Mozilla, the maker of the Firefox web browser, is building an exit ramp for web users desperate for an AI-free experience.
The non-profit has responded to feedback from users over the CEO’s recent vow to build a “modern AI browser” which prompted backlash from loyal users of the longstanding Google Chrome alternative. The plan for Firefox to “grow from a browser into a broader ecosystem of trusted software,” drew users to demand Mozilla simply fix the ongoing issues with the portal.
Now Firefox developer Jake Archibald has offered some reassurance that Ai won’t dominate the experience moving forward. He promises that users will be able to turn off all AI features when the kill switch goes live in the first quarter of next year.
In a post on Mastodon the developer wrote: “Something that hasn’t been made clear: Firefox will have an option to completely disable all AI features. We’ve been calling it the AI kill switch internally. I’m sure it’ll ship with a less murderous name, but that’s how seriously and absolutely we’re taking this.

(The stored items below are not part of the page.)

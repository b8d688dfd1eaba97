// Small page behaviours without inline handlers (the Content-Security-Policy allows scripts from our origin only):
// <button data-print> prints the page; <form data-confirm="question"> asks before it is submitted.
document.addEventListener("click", (event) => {
  if (event.target.closest("[data-print]")) window.print();
});
document.addEventListener("submit", (event) => {
  const form = event.target.closest("form[data-confirm]");
  if (form && !window.confirm(form.dataset.confirm)) event.preventDefault();
});
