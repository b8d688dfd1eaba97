// Interactive API documentation from the vendored Swagger UI files (no CDN, works offline).
window.addEventListener("DOMContentLoaded", () => {
  window.SwaggerUIBundle({
    url: document.getElementById("swagger-ui").dataset.openapi,
    dom_id: "#swagger-ui",
    deepLinking: true,
    presets: [window.SwaggerUIBundle.presets.apis],
    layout: "BaseLayout",
  });
});
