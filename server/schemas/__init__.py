"""Pydantic request/response models; one module per aggregate, units in every field name."""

“All AI features will also be opt-in. I think there are some grey areas in what ‘opt-in’ means to different people (e.g. is a new toolbar button opt-in?), but the kill switch will absolutely remove all that stuff, and never show it in future. That’s unambiguous.”
The feature promises to give life to Firefox among AI holdouts who’d rather a cleaner browsing experience. Sign me up for that. In fact, sign everyone up for that if they care for the survival of dozens of web-based industries that are seeing diminishing returns from Google and Open AI scraping the web’s original content and paraphrasing it. With Open AI also building an entire Chat GPT web browser, it’s heartening to know the last AI holdouts may still have a home.